RECORDED INFORMATION:
────────────────

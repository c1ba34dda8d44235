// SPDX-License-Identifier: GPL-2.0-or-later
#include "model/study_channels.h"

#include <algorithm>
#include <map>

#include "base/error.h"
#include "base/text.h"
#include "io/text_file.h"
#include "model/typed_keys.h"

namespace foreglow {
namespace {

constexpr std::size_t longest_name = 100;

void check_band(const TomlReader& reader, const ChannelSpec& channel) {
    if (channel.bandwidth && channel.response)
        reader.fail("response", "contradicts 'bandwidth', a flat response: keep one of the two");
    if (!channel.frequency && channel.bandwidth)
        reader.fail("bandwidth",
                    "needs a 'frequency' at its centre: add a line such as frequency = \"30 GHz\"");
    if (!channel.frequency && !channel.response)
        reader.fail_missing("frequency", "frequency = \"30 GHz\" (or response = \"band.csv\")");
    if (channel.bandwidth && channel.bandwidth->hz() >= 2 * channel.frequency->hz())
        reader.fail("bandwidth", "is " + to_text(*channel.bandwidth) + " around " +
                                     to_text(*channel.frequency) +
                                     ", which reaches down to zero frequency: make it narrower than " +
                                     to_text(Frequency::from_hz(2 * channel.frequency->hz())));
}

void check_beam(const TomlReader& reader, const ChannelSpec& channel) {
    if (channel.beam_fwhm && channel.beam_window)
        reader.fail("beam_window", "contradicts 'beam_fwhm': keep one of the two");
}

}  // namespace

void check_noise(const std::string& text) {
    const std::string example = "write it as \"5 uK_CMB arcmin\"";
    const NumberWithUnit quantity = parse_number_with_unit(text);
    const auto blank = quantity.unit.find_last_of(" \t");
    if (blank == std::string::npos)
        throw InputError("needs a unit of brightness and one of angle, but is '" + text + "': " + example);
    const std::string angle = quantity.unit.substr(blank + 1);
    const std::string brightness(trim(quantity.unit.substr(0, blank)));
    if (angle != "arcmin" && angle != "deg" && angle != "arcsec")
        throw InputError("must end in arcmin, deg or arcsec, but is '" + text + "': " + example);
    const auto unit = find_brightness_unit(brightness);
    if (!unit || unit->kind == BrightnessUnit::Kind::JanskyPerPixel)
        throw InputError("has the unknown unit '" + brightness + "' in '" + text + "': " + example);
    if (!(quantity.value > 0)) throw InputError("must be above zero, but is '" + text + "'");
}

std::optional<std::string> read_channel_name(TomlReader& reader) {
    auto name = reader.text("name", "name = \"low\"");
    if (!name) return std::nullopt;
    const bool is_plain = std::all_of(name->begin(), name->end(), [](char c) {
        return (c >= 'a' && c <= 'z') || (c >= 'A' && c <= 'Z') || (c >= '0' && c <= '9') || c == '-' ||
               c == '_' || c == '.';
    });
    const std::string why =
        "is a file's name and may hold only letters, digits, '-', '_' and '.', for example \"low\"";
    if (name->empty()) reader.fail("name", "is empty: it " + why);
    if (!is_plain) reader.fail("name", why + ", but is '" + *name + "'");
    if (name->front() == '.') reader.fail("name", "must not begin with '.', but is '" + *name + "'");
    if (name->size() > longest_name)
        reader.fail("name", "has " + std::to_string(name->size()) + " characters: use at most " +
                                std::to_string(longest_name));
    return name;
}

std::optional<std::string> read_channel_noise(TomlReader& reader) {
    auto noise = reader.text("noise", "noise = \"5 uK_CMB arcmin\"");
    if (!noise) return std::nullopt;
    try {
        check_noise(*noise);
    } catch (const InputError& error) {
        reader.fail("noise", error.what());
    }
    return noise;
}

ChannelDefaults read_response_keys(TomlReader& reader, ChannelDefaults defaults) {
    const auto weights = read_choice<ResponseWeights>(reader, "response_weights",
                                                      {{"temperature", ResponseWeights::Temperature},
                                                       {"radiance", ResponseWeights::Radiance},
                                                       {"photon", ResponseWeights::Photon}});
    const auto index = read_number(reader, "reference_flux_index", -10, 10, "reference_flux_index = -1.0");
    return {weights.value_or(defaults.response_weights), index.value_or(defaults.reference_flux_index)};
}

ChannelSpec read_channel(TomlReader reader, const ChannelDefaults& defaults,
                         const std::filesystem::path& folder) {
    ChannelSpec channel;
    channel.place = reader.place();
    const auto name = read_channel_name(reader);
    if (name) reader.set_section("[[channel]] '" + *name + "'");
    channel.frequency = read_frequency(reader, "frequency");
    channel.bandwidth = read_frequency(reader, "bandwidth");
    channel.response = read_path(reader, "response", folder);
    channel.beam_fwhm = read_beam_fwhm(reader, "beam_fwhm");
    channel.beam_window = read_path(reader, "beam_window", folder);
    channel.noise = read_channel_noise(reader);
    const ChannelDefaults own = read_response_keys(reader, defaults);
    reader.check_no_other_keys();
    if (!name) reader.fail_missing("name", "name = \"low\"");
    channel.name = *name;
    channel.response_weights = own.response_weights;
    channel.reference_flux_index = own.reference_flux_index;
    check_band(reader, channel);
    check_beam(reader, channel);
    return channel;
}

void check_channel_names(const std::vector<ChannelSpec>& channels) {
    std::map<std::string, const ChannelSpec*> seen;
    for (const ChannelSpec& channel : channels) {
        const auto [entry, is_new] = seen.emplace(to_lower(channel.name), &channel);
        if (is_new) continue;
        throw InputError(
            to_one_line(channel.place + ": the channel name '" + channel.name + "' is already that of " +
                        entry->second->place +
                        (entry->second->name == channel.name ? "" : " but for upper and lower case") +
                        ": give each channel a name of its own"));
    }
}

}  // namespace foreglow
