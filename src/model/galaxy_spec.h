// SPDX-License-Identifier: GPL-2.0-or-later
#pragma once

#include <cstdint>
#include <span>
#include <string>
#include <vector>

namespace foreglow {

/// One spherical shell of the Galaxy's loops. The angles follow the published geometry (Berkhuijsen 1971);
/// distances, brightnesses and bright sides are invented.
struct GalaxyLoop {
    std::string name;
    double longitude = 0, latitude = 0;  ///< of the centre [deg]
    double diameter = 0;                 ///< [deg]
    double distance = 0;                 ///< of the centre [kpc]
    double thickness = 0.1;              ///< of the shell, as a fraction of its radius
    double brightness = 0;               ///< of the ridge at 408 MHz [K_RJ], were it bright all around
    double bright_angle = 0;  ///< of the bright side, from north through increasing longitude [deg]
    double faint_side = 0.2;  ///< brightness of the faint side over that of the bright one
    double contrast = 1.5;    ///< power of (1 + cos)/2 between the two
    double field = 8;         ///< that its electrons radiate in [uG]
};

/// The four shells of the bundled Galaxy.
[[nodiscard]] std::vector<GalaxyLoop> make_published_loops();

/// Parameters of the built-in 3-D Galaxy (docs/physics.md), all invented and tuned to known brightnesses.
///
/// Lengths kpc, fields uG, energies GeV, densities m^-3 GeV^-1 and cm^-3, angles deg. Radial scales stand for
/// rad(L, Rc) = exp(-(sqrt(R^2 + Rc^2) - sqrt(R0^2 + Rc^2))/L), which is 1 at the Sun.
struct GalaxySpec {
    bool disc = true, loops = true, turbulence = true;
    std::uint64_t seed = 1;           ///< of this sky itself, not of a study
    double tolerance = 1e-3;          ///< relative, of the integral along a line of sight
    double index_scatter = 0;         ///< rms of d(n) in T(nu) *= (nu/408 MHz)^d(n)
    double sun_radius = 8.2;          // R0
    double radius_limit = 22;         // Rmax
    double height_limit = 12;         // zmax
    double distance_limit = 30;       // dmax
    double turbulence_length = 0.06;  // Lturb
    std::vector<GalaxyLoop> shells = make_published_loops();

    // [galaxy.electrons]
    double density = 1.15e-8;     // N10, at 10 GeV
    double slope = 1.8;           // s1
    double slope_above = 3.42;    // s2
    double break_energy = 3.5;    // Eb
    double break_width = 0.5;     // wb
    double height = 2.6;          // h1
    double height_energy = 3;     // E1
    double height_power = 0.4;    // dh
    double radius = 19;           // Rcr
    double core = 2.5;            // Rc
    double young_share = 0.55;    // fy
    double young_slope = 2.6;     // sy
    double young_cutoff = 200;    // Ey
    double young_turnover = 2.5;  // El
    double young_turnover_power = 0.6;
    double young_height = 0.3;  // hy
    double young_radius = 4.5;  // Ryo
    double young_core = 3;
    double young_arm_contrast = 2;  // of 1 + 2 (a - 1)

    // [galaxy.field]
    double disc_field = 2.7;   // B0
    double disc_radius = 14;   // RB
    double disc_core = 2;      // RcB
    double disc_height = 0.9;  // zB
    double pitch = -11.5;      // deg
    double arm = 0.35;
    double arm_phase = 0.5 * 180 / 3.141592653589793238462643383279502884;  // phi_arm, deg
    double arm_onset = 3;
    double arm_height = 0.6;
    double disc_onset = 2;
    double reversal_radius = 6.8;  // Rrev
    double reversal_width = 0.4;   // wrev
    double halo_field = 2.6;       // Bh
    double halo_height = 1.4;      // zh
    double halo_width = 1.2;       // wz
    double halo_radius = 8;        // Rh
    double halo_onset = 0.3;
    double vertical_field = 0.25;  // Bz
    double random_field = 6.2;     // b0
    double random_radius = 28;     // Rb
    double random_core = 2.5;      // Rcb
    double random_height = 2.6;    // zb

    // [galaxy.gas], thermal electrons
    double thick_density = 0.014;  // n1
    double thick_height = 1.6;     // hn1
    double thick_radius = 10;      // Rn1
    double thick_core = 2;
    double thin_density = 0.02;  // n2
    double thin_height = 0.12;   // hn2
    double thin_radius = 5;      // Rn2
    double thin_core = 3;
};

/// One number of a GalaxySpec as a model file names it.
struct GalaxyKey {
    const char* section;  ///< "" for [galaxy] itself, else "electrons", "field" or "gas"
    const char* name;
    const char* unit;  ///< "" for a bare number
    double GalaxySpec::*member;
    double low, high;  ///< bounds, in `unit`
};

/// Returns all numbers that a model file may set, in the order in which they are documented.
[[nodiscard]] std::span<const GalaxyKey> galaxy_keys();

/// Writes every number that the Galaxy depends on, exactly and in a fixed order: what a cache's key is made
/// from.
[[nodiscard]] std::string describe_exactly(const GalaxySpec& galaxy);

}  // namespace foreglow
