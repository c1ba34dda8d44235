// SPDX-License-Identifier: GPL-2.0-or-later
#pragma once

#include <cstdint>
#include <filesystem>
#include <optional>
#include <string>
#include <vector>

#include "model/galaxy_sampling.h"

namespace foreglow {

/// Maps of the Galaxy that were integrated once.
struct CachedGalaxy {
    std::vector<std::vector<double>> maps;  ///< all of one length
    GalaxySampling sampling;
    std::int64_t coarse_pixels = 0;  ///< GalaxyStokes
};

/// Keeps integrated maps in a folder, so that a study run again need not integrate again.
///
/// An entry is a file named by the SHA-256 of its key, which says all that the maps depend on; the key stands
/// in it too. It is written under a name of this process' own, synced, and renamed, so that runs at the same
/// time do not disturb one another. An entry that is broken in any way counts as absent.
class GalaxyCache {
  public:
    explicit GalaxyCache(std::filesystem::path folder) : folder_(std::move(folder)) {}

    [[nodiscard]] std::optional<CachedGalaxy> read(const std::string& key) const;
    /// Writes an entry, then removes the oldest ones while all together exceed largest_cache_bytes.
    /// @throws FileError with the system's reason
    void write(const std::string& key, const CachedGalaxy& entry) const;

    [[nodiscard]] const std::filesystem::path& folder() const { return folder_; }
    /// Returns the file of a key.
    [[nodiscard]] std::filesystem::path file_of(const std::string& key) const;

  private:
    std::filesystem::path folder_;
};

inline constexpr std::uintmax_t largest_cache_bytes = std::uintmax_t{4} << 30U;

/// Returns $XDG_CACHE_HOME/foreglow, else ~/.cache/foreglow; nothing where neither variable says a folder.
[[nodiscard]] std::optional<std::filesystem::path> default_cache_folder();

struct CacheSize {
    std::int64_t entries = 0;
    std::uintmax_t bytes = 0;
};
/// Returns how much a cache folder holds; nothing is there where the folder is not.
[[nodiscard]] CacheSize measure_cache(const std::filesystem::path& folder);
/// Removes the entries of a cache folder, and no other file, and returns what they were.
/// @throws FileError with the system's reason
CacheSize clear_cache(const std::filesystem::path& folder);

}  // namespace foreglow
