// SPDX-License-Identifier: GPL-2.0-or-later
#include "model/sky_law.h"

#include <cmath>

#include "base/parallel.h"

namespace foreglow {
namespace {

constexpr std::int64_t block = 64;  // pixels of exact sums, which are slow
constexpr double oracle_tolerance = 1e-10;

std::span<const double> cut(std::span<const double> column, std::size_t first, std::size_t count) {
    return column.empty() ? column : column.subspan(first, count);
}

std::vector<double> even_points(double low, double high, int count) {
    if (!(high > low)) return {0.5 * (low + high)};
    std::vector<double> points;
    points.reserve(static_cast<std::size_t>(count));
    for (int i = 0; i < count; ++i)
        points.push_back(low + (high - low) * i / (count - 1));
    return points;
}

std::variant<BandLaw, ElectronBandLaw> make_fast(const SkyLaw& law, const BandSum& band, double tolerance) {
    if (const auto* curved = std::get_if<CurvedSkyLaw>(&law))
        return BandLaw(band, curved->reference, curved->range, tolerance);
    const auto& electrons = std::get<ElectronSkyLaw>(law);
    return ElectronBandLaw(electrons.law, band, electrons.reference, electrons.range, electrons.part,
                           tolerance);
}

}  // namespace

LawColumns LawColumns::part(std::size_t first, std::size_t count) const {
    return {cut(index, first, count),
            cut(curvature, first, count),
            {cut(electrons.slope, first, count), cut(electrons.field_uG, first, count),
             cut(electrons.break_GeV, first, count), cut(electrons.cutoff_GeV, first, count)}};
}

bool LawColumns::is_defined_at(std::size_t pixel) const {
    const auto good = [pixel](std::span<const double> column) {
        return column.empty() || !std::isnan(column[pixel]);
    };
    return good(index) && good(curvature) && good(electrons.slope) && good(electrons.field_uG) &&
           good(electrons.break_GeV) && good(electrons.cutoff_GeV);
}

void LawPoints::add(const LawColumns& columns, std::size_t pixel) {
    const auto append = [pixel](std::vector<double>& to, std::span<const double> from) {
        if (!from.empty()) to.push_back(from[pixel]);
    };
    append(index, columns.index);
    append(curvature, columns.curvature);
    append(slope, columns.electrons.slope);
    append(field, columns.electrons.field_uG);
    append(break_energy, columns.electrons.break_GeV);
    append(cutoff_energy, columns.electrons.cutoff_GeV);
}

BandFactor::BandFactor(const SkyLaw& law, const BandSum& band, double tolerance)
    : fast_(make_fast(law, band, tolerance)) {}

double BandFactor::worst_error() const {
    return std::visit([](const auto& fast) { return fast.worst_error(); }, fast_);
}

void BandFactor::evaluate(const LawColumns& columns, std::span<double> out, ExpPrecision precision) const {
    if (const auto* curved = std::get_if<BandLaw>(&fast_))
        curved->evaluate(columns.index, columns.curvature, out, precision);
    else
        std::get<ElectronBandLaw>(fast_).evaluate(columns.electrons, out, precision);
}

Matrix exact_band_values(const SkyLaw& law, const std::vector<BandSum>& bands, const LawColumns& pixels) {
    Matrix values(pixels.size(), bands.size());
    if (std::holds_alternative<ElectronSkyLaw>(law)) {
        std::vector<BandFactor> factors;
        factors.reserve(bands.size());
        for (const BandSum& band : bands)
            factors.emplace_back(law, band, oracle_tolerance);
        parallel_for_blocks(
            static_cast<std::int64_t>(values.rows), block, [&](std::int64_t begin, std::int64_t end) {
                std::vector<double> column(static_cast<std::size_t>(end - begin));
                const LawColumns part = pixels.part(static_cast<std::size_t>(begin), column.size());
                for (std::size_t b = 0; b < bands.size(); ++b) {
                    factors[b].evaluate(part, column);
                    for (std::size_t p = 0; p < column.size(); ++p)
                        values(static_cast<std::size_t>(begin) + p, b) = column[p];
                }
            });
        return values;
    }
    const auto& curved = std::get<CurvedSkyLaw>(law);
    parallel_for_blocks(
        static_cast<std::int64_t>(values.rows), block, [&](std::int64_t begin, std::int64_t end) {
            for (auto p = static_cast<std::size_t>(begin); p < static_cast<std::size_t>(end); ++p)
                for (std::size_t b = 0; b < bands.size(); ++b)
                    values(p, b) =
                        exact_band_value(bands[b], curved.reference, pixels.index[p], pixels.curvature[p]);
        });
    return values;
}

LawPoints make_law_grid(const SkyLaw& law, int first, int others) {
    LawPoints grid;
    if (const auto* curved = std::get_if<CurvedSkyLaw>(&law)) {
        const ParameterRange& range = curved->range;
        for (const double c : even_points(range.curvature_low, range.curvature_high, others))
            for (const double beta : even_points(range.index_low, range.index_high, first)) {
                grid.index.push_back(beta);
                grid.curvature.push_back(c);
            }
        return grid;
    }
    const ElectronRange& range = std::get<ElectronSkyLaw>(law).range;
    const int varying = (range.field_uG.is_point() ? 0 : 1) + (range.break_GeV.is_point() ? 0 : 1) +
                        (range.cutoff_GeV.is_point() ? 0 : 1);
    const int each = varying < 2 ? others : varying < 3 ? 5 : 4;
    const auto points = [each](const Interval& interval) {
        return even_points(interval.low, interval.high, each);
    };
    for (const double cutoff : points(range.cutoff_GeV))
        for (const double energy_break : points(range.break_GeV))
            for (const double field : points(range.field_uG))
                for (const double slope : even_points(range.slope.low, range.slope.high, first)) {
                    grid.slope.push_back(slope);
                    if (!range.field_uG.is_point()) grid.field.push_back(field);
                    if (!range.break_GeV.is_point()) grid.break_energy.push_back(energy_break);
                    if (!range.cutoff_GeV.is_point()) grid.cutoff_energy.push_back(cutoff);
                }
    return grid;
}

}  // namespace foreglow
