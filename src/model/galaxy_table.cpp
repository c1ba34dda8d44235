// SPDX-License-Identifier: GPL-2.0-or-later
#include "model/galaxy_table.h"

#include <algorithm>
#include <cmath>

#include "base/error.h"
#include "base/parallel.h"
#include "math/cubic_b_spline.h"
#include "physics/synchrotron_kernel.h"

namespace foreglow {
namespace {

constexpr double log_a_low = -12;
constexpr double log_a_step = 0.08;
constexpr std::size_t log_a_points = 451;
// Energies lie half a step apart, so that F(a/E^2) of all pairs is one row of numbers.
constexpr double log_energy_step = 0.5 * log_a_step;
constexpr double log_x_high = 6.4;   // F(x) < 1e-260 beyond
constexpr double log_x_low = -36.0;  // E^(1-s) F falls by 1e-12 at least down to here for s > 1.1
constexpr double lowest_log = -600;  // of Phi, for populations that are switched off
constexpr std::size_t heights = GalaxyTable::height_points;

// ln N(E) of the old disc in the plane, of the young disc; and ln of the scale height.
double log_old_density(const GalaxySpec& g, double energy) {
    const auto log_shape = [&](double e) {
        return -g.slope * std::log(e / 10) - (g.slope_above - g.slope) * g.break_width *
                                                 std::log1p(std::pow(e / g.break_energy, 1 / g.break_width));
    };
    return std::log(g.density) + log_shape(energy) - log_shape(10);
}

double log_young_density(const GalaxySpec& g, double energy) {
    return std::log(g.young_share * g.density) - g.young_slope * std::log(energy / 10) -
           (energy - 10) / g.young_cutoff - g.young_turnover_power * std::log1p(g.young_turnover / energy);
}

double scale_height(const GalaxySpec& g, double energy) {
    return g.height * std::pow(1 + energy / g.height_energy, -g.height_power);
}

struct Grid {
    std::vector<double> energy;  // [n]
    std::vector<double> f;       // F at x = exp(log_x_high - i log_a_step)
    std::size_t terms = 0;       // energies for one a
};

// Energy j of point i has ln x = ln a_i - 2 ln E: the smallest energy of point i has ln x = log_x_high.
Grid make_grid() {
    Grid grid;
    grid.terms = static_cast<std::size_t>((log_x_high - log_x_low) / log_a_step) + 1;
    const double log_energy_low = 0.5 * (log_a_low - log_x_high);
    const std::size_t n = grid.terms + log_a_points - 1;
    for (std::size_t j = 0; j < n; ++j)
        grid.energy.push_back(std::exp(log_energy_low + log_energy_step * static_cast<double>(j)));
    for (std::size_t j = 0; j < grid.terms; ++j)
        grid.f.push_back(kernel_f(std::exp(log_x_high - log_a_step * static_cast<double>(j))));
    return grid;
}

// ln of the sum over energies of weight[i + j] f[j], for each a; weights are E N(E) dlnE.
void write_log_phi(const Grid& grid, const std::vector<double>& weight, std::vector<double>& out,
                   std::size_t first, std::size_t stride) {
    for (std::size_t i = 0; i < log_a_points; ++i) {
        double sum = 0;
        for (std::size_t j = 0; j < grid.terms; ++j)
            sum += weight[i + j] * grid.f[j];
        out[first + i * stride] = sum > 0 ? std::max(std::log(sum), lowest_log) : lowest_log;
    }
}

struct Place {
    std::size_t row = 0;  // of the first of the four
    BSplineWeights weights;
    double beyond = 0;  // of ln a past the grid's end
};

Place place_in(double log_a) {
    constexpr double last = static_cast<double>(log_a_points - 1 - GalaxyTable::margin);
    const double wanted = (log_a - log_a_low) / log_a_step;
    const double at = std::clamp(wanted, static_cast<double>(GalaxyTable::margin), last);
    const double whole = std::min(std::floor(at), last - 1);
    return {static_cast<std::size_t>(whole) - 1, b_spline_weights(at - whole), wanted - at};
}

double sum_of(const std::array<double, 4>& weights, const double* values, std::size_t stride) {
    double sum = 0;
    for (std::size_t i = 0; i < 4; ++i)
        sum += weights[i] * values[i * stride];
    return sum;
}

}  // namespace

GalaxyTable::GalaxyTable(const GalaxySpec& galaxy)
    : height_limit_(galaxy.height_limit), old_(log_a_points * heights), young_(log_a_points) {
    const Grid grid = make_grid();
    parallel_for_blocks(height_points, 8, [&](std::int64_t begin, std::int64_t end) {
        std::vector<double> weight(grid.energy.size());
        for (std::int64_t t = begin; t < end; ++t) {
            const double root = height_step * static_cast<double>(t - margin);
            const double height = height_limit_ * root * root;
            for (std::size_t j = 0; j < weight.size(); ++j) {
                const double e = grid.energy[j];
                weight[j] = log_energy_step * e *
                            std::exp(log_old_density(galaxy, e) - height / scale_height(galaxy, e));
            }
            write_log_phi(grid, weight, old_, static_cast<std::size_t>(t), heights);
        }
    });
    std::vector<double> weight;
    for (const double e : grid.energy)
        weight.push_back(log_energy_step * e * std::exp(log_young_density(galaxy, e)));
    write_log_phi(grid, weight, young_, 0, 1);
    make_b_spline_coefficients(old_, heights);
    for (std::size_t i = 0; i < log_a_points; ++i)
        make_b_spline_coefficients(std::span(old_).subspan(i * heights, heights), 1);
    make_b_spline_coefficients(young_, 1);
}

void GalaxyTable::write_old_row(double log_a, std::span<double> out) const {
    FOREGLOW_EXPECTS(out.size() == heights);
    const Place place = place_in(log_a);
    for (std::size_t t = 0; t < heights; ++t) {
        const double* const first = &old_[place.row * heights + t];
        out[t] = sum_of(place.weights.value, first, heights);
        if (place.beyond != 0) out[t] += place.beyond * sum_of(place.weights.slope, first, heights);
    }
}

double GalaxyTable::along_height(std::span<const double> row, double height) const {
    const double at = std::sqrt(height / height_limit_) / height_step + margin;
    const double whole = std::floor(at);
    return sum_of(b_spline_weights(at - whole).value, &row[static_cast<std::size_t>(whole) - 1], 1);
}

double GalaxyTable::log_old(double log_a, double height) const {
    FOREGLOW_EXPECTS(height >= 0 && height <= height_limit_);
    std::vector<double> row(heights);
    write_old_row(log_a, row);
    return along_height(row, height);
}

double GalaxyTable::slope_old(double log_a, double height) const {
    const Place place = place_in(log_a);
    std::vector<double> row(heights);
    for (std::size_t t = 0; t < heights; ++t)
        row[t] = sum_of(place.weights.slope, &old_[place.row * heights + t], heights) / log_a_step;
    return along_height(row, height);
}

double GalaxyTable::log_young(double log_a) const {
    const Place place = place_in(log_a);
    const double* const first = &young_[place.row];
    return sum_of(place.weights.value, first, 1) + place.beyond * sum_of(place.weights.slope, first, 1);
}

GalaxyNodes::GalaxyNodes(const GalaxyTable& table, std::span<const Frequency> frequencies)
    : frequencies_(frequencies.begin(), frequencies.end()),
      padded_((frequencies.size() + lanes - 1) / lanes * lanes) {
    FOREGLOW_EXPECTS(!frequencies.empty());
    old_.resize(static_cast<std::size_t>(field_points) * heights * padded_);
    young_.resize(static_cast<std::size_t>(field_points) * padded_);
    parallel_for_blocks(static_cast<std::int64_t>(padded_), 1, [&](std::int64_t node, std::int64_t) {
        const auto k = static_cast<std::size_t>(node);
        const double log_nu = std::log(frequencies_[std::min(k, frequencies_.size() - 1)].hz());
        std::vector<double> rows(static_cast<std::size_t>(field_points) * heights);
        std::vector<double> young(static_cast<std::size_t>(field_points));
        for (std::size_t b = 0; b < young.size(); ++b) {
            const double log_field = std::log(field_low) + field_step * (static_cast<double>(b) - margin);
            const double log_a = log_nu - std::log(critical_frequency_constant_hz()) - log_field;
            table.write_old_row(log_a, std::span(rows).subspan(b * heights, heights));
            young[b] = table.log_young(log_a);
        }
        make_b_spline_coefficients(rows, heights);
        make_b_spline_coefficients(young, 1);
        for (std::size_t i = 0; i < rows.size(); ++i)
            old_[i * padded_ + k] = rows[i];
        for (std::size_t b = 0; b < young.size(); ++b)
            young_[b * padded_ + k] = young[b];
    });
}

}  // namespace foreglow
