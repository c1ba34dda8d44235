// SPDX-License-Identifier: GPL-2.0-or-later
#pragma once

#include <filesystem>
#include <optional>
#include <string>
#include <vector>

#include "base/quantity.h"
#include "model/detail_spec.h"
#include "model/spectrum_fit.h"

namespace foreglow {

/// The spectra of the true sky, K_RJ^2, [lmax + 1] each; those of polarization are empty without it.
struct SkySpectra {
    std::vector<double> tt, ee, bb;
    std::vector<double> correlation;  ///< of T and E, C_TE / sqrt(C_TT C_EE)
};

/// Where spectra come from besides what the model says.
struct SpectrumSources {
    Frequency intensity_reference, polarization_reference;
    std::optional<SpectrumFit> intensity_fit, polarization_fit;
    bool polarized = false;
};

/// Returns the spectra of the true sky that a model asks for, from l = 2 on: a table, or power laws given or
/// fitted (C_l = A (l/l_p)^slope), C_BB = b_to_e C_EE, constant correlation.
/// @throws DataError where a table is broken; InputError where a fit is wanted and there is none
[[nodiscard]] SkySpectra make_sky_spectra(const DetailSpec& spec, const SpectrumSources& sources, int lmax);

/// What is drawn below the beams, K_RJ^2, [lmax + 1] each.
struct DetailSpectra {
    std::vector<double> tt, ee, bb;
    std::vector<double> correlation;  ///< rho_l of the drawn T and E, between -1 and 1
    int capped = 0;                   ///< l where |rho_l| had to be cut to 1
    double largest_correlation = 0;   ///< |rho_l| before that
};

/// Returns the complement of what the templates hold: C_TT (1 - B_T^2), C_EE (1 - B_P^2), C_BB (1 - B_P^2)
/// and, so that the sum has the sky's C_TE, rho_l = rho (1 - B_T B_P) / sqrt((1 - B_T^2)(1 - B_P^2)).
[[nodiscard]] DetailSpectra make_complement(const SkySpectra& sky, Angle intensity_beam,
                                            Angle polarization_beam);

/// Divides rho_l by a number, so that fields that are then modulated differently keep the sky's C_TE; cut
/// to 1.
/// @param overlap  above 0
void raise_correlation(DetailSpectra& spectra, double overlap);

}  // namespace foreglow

────────────────

WHAT IS NEEDED: Go to the line with "void check_channel_names(const std::vector<ChannelSpec>&" in the entries above and repeat every line from there through the line with "scales stand for", exactly and with no other text.

WRITTEN RESPONSE:
void check_channel_names(const std::vector<ChannelSpec>& channels) {
    std::map<std::string, const ChannelSpec*> seen;
    for (const ChannelSpec& channel : channels) {
        const auto [entry, is_new] = seen.emplace(to_lower(channel.name), &channel);
        if (is_new) continue;
        throw InputError(
            to_one_line(channel.place + ": the channel name '" + channel.name + "' is already that of " +
                        entry->second->place +
                        (entry->second->name == channel.name ? "" : " but for upper and lower case") +
                        ": give each channel a name of its own"));
    }
}

}  // namespace foreglow
filename src/model/galaxy_spec.h
// SPDX-License-Identifier: GPL-2.0-or-later
#pragma once

#include <cstdint>
#include <span>
#include <string>
#include <vector>

namespace foreglow {

/// One spherical shell of the Galaxy's loops. The angles follow the published geometry (Berkhuijsen 1971);
/// distances, brightnesses and bright sides are invented.
struct GalaxyLoop {
    std::string name;
    double longitude = 0, latitude = 0;  ///< of the centre [deg]
    double diameter = 0;                 ///< [deg]
    double distance = 0;                 ///< of the centre [kpc]
    double thickness = 0.1;              ///< of the shell, as a fraction of its radius
    double brightness = 0;               ///< of the ridge at 408 MHz [K_RJ], were it bright all around
    double bright_angle = 0;  ///< of the bright side, from north through increasing longitude [deg]
    double faint_side = 0.2;  ///< brightness of the faint side over that of the bright one
    double contrast = 1.5;    ///< power of (1 + cos)/2 between the two
    double field = 8;         ///< that its electrons radiate in [uG]
};

/// The four shells of the bundled Galaxy.
[[nodiscard]] std::vector<GalaxyLoop> make_published_loops();

/// Parameters of the built-in 3-D Galaxy (docs/physics.md), all invented and tuned to known brightnesses.
///
/// Lengths kpc, fields uG, energies GeV, densities m^-3 GeV^-1 and cm^-3, angles deg. Radial scales stand for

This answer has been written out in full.